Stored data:
○ ○ ○
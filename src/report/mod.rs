//! A backtest's report: a self-contained `report.html` with inline SVG
//! charts (also written one file each under `charts/`), `summary.json` (the
//! `BacktestResult` message in the proto3 JSON mapping: one schema with the
//! gRPC API) and `returns.csv` (one column per strategy id).

mod charts;
pub mod palette;

use std::fmt::Write as _;
use std::path::Path;

use anyhow::Context as _;

use crate::estimator::Method;
use crate::evaluate::{BacktestResult, KNS_PUBLISHED, MARKET, MODEL, StrategyResult};
use charts::Series;

/// Text for HTML, in element content or a quoted attribute value alike.
fn esc(s: &str) -> String {
    s.replace('&', "&amp;").replace('<', "&lt;").replace('>', "&gt;").replace('"', "&quot;").replace('\'', "&#39;")
}

fn f(v: f64, digits: usize) -> String {
    if v.is_finite() { format!("{v:.digits$}") } else { "n/a".into() }
}

/// The summary table as text (also printed by the command).
pub fn summary_table(r: &BacktestResult) -> String {
    let mut out = String::new();
    let _ = writeln!(
        out,
        "{:<40} {:>7} {:>7} {:>6} {:>7} {:>7} {:>8} {:>7} {:>12} {:>8} {:>7}",
        "strategy", "mean", "vol", "target", "Sharpe", "SE(NW)", "CER", "maxDD", "gross med/max", "turnover", "net SR"
    );
    for s in &r.strategies {
        let _ = writeln!(
            out,
            "{:<40} {:>6.2}% {:>6.2}% {:>6} {:>7.2} {:>7.2} {:>7.2}% {:>6.1}% {:>5.2}/{:<6.2} {:>8.3} {:>7.2}",
            s.name.chars().take(40).collect::<String>(),
            100.0 * s.metrics.mean,
            100.0 * s.metrics.volatility,
            s.target_volatility.map_or_else(|| "-".to_owned(), |t| format!("{:.1}%", 100.0 * t)),
            s.metrics.sharpe,
            s.metrics.sharpe_se_nw,
            100.0 * s.metrics.cer,
            100.0 * s.metrics.max_drawdown,
            s.gross_median,
            s.gross_max,
            s.average_turnover,
            s.net_metrics.sharpe
        );
    }
    let _ = writeln!(out, "{}", constraint_line(&r.constraints));
    for line in risk_lines(r) {
        let _ = writeln!(out, "{line}");
    }
    for line in warning_lines(r) {
        let _ = writeln!(out, "{line}");
    }
    out
}
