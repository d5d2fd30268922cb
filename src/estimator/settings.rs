//! Estimator settings, declared once in [`settings_table!`]: each setting's
//! name, type, default, range and meaning. The declaration generates
//! [`Settings`] (every default in one place), [`SettingsPatch`] (every field
//! optional: what a request, a file or `--set` changes), the range checks of
//! [`Settings::check`] and the documentation table [`Settings::TABLE`] that
//! the README, `GetServiceInfo` and a test share. [`ValidSettings`] is the
//! only form the estimator accepts, and only `check()` makes one.

use std::fmt;

use serde::{Deserialize, Deserializer, Serialize, Serializer};

use super::error::SettingsError;

/// Frequency when neither the settings nor the labels say (monthly).
pub const ASSUMED_PERIODS_PER_YEAR: u32 = 12;

/// Portfolio rule that turns the window into weights.
#[derive(Clone, Copy, Debug, Default, PartialEq, Eq, Hash, Serialize, Deserialize)]
#[serde(rename_all = "kebab-case")]
pub enum Method {
    /// Shrunk mean–variance portfolio of the leading components of the chosen scaling.
    Components,
    /// Unshrunk Σ⁻¹μ on all usable factors (a baseline).
    PlugIn,
    /// The equal-weight average of the normalised component portfolios of
    /// every scaling, each cross-validated on its own, normalised again (SPEC §11).
    Ensemble,
    /// Σ_LW⁻¹μ with the Ledoit & Wolf (2004) shrunk covariance (a baseline).
    PlugInLedoitWolf,
    /// KNS ridge on all factors: covariance PCA with every component, κ
    /// cross-validated by `cv_criterion`.
    KnsRidge,
    /// Equal weight over the demarketed factors (DeMiguel, Garlappi & Uppal 2009).
    EqualWeight,
    /// The equal-weight average of the KNS ridge (κ cross-validated) and the
    /// Ledoit–Wolf plug-in portfolios, each normalised as the settings say,
    /// normalised again (the default, chosen by evidence: SPEC §11, README).
    #[default]
    Blend,
}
○ ○ ○
### What is required:
Full transcription, please: every entry, exactly as written.

### Answer to this exercise:
filename src/report/mod.rs
//! A backtest's report: a self-contained `report.html` with inline SVG
//! charts (also written one file each under `charts/`), `summary.json` (the
//! `BacktestResult` message in the proto3 JSON mapping: one schema with the
//! gRPC API) and `returns.csv` (one column per strategy id).

mod charts;
pub mod palette;

use std::fmt::Write as _;
use std::path::Path;

use anyhow::Context as _;

use crate::estimator::Method;
use crate::evaluate::{BacktestResult, KNS_PUBLISHED, MARKET, MODEL, StrategyResult};
use charts::Series;

/// Text for HTML, in element content or a quoted attribute value alike.
fn esc(s: &str) -> String {
    s.replace('&', "&amp;").replace('<', "&lt;").replace('>', "&gt;").replace('"', "&quot;").replace('\'', "&#39;")
}

fn f(v: f64, digits: usize) -> String {
    if v.is_finite() { format!("{v:.digits$}") } else { "n/a".into() }
}

/// The summary table as text (also printed by the command).
pub fn summary_table(r: &BacktestResult) -> String {
    let mut out = String::new();
    let _ = writeln!(
        out,
        "{:<40} {:>7} {:>7} {:>6} {:>7} {:>7} {:>8} {:>7} {:>12} {:>8} {:>7}",
        "strategy", "mean", "vol", "target", "Sharpe", "SE(NW)", "CER", "maxDD", "gross med/max", "turnover", "net SR"
    );
    for s in &r.strategies {
        let _ = writeln!(
            out,
            "{:<40} {:>6.2}% {:>6.2}% {:>6} {:>7.2} {:>7.2} {:>7.2}% {:>6.1}% {:>5.2}/{:<6.2} {:>8.3} {:>7.2}",
            s.name.chars().take(40).collect::<String>(),
            100.0 * s.metrics.mean,
            100.0 * s.metrics.volatility,
            s.target_volatility.map_or_else(|| "-".to_owned(), |t| format!("{:.1}%", 100.0 * t)),
            s.metrics.sharpe,
            s.metrics.sharpe_se_nw,
            100.0 * s.metrics.cer,
            100.0 * s.metrics.max_drawdown,
            s.gross_median,
            s.gross_max,
            s.average_turnover,
            s.net_metrics.sharpe
        );
    }
    let _ = writeln!(out, "{}", constraint_line(&r.constraints));
    for line in risk_lines(r) {
        let _ = writeln!(out, "{line}");
    }
    for line in warning_lines(r) {
        let _ = writeln!(out, "{line}");
    }
    out
}
repository d5d2fd30268922cb
filename src/estimator/settings.rs
//! Estimator settings, declared once in [`settings_table!`]: each setting's
//! name, type, default, range and meaning. The declaration generates
//! [`Settings`] (every default in one place), [`SettingsPatch`] (every field
//! optional: what a request, a file or `--set` changes), the range checks of
//! [`Settings::check`] and the documentation table [`Settings::TABLE`] that
//! the README, `GetServiceInfo` and a test share. [`ValidSettings`] is the
//! only form the estimator accepts, and only `check()` makes one.

use std::fmt;

use serde::{Deserialize, Deserializer, Serialize, Serializer};

use super::error::SettingsError;

/// Frequency when neither the settings nor the labels say (monthly).
pub const ASSUMED_PERIODS_PER_YEAR: u32 = 12;

/// Portfolio rule that turns the window into weights.
#[derive(Clone, Copy, Debug, Default, PartialEq, Eq, Hash, Serialize, Deserialize)]
#[serde(rename_all = "kebab-case")]
pub enum Method {
    /// Shrunk mean–variance portfolio of the leading components of the chosen scaling.
    Components,
    /// Unshrunk Σ⁻¹μ on all usable factors (a baseline).
    PlugIn,
    /// The equal-weight average of the normalised component portfolios of
    /// every scaling, each cross-validated on its own, normalised again (SPEC §11).
    Ensemble,
    /// Σ_LW⁻¹μ with the Ledoit & Wolf (2004) shrunk covariance (a baseline).
    PlugInLedoitWolf,
    /// KNS ridge on all factors: covariance PCA with every component, κ
    /// cross-validated by `cv_criterion`.
    KnsRidge,
    /// Equal weight over the demarketed factors (DeMiguel, Garlappi & Uppal 2009).
    EqualWeight,
    /// The equal-weight average of the KNS ridge (κ cross-validated) and the
    /// Ledoit–Wolf plug-in portfolios, each normalised as the settings say,
    /// normalised again (the default, chosen by evidence: SPEC §11, README).
    #[default]
    Blend,
}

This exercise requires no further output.